Look through the data below. Collect every line where the word "invalid" occurs.

> Collected data
Segment Open
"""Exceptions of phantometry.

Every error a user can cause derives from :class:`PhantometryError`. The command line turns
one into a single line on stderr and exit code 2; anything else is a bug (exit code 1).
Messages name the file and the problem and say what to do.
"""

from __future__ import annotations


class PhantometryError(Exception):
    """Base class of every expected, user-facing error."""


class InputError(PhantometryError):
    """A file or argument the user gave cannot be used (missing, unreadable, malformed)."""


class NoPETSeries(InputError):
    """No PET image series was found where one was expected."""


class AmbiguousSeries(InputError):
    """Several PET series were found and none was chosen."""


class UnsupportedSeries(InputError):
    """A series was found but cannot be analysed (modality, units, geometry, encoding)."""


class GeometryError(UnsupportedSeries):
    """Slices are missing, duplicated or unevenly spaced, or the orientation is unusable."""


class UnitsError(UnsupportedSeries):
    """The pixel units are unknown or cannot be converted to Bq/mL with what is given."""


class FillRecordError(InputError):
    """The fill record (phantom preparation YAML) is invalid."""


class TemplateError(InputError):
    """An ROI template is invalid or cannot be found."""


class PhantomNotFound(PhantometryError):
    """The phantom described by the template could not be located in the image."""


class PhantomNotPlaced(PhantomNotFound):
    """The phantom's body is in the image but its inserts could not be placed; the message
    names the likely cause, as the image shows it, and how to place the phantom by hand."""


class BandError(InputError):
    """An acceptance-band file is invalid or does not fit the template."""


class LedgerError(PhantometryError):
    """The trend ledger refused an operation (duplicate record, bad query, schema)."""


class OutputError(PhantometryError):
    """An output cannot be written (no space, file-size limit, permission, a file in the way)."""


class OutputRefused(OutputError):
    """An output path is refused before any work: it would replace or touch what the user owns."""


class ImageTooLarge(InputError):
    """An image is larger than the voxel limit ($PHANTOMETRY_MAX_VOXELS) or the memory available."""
Segment Closed
> TASK RESULT
    """The fill record (phantom preparation YAML) is invalid."""
    """An ROI template is invalid or cannot be found."""
    """An acceptance-band file is invalid or does not fit the template."""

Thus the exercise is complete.